> _PROBLEM STATEMENT_
Find each line of the entries with the string "append", please, and copy it.

> _DATA FOR ANALYSIS_
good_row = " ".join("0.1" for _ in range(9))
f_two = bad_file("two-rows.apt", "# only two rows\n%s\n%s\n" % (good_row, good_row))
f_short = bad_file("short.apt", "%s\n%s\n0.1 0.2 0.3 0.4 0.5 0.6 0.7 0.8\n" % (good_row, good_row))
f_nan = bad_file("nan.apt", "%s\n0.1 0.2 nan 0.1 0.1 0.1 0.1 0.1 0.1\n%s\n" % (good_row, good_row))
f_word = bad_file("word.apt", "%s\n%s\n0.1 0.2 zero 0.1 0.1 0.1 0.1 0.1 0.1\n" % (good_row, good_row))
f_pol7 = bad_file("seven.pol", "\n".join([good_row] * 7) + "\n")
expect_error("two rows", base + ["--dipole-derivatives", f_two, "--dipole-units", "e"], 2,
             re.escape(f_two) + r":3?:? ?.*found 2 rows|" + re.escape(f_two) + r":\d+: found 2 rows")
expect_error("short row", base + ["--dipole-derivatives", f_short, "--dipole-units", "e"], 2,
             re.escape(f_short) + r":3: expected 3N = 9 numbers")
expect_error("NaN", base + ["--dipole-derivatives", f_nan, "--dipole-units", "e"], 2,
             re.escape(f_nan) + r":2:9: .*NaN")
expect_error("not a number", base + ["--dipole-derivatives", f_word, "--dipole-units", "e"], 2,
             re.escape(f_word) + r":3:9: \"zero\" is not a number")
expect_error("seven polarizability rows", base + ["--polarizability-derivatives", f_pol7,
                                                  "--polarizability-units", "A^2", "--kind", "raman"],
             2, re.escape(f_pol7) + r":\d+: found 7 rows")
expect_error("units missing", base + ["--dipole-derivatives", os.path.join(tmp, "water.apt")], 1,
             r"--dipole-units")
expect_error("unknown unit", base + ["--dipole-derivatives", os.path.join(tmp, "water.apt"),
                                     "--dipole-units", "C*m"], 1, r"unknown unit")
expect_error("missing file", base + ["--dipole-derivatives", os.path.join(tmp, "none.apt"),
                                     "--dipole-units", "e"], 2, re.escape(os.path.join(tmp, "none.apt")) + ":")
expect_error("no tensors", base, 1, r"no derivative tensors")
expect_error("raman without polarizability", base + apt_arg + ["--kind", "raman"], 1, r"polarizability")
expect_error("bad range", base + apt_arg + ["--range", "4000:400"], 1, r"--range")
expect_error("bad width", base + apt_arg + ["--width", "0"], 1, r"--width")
--
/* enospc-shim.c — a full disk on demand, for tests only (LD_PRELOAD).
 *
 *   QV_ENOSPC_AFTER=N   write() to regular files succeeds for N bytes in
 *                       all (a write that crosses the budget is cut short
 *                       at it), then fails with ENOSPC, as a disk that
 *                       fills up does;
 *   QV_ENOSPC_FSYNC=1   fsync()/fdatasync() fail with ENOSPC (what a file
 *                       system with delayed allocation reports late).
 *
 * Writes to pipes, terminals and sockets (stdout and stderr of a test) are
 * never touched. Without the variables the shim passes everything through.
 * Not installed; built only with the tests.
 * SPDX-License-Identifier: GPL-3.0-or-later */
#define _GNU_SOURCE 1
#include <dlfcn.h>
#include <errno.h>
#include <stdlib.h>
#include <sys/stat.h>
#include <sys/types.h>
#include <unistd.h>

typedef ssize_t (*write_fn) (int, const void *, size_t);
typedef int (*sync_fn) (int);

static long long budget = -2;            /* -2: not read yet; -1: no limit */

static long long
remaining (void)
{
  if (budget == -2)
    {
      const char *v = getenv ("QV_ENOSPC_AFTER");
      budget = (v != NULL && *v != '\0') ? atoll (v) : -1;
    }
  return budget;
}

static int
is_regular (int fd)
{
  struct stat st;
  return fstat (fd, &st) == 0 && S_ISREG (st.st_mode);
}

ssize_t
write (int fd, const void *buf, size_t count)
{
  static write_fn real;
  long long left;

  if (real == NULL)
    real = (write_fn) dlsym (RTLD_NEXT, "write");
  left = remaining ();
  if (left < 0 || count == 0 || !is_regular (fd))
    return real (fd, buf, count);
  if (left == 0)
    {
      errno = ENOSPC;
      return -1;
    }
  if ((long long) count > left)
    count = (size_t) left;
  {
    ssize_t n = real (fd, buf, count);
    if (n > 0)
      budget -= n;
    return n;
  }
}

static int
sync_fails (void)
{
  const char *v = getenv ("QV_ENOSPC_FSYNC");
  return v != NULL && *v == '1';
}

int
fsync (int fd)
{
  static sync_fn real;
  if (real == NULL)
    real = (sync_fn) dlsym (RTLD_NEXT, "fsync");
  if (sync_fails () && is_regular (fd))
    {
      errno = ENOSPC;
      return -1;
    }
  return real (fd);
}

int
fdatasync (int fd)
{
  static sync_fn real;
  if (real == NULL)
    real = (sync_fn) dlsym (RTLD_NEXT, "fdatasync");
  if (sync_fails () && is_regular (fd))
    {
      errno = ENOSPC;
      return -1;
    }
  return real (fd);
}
---
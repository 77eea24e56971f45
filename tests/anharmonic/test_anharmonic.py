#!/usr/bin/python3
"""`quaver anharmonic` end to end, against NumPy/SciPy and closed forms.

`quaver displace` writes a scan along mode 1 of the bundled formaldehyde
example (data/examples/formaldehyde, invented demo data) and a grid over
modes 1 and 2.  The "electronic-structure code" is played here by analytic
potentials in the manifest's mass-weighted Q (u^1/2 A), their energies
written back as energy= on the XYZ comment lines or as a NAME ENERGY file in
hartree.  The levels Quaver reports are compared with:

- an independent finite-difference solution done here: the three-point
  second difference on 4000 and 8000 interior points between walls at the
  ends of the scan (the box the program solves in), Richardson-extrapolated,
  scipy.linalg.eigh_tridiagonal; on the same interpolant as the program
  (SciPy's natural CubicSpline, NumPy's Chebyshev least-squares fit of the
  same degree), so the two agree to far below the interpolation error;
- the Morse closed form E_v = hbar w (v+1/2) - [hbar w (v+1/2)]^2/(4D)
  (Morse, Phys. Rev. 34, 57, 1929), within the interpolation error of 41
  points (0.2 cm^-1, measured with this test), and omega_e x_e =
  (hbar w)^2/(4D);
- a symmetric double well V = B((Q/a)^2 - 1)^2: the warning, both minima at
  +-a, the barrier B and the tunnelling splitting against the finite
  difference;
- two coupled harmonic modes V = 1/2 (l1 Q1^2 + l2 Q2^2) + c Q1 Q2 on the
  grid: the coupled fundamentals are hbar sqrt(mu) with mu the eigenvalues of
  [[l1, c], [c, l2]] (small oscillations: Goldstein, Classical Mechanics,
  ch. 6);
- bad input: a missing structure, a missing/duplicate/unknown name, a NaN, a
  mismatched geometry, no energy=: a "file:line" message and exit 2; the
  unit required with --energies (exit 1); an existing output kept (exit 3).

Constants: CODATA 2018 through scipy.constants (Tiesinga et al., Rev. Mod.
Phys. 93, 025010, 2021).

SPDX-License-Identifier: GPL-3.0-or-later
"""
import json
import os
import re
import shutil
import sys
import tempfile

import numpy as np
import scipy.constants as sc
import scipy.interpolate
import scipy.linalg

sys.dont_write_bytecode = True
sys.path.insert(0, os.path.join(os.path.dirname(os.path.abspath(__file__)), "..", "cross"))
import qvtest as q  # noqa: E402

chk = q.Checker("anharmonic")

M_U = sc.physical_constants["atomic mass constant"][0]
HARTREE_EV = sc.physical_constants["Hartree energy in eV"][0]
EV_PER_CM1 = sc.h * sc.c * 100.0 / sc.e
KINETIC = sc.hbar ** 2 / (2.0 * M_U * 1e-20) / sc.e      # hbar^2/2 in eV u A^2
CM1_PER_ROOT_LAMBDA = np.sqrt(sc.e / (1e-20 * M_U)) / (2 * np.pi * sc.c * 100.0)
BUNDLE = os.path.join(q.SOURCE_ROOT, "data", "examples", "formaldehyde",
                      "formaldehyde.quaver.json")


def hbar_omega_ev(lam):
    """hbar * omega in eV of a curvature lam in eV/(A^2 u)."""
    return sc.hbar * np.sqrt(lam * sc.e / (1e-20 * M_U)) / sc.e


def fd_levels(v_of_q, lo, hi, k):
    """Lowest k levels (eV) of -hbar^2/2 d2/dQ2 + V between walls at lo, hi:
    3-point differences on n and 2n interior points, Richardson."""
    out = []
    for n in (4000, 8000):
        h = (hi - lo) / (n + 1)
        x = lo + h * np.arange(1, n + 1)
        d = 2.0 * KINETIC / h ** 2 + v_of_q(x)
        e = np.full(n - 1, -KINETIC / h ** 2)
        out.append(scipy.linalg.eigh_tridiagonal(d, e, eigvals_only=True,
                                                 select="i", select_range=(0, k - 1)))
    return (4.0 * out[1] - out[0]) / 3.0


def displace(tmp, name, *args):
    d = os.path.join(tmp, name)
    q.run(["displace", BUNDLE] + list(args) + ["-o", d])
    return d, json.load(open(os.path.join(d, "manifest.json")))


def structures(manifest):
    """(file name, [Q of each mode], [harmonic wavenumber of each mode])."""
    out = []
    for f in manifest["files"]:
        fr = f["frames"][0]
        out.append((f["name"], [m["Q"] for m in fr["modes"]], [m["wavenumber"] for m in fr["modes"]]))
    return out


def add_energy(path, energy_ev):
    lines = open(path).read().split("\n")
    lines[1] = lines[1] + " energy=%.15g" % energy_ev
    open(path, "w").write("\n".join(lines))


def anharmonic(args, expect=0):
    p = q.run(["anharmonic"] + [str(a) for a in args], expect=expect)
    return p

> _ANSWER SECTION_
        out.append(scipy.linalg.eigh_tridiagonal(d, e, eigvals_only=True,
        out.append((f["name"], [m["Q"] for m in fr["modes"]], [m["wavenumber"] for m in fr["modes"]]))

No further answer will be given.